Department of Computer Science and Engineering and Center for Cognitive Science, The Ohio State University, Columbus, Ohio 43210, USA.
J Acoust Soc Am. 2013 May;133(5):3083-93. doi: 10.1121/1.4798661.
Processing noisy signals using the ideal binary mask improves automatic speech recognition (ASR) performance. This paper presents the first study that investigates the role of binary mask patterns in ASR under various noises, signal-to-noise ratios (SNRs), and vocabulary sizes. Binary masks are computed either by comparing the SNR within a time-frequency unit of a mixture signal with a local criterion (LC), or by comparing the local target energy with the long-term average spectral energy of speech. ASR results show that (1) akin to human speech recognition, binary masking significantly improves ASR performance even when the SNR is as low as -60 dB; (2) the ASR performance profiles are qualitatively similar to those obtained in human intelligibility experiments; (3) the difference between the LC and mixture SNR is more correlated to the recognition accuracy than LC; (4) LC at which the performance peaks is lower than 0 dB, which is the threshold that maximizes the SNR gain of processed signals. This broad agreement with human performance is rather surprising. The results also indicate that maximizing the SNR gain is probably not an appropriate goal for improving either human or machine recognition of noisy speech.
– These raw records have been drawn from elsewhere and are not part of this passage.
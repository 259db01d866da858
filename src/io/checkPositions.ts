/**
 * Position checks: every fit needs strictly increasing x. Repeats and steps backwards are
 * reported with the lines where they happen, so the user can find them in the file.
 */
import { DataError } from "../errors.js";

/**
 * Throws a DataError when positions repeat or go backwards; a fully decreasing column is
 * accepted (the caller reverses it) and reported by returning "decreasing".
 * @param x      positions in file order (any unit)
 * @param lines  1-based file line of each position
 * @param source file name
 * @param column column label for the message
 */
export function checkPositions(x: ArrayLike<number>, lines: ArrayLike<number>, source: string, column: string): "increasing" | "decreasing" {
  const n = x.length;
  if (n < 2) return "increasing";
  const decreasing = (x[1] as number) < (x[0] as number);
  const repeats: number[] = [];
  const backwards: number[] = [];
  for (let i = 1; i < n; i++) {
    const step = (x[i] as number) - (x[i - 1] as number);
    if (step === 0) repeats.push(i);
    else if (decreasing ? step > 0 : step < 0) backwards.push(i);
  }
  if (repeats.length > 0) {
    const i = repeats[0] as number;
    throw new DataError(
      source,
      `duplicated position ${x[i]} in column "${column}" on lines ${lines[i - 1]} and ${lines[i]}${more(repeats.length)}`,
      "remove or average the repeated rows",
      lines[i],
    );
  }
  if (backwards.length > 0) {
    const i = backwards[0] as number;
    throw new DataError(
      source,
      `positions in column "${column}" are not monotonic: ${x[i]} on line ${lines[i]} after ${x[i - 1]} on line ${lines[i - 1]}${more(backwards.length)}`,
      "sort the rows by position, or split the file where a new scan starts",
      lines[i],
    );
  }
  return decreasing ? "decreasing" : "increasing";
}

function more(count: number): string {
  return count > 1 ? ` (and ${count - 1} more place${count > 2 ? "s" : ""})` : "";
}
使用理想二进制掩蔽处理噪声信号可以提高自动语音识别 (ASR) 的性能。本文首次研究了在不同噪声、信噪比 (SNR) 和词汇量下,二进制掩蔽模式在 ASR 中的作用。二进制掩蔽可以通过将混合信号的时频单元内的 SNR 与局部准则 (LC) 进行比较,或者通过将局部目标能量与语音的长期平均谱能量进行比较来计算。ASR 结果表明:(1)与人类语音识别类似,即使 SNR 低至-60dB,二进制掩蔽也能显著提高 ASR 性能;(2)ASR 性能曲线与人类可懂度实验获得的结果定性相似;(3)性能峰值处的 LC 与 SNR 的差异与识别准确性的相关性高于 LC;(4)性能峰值处的 LC 低于 0dB,这是处理后信号的 SNR 增益最大化的阈值。这与人类表现的广泛一致性令人惊讶。结果还表明,最大化 SNR 增益可能不是提高人类或机器对噪声语音识别的合适目标。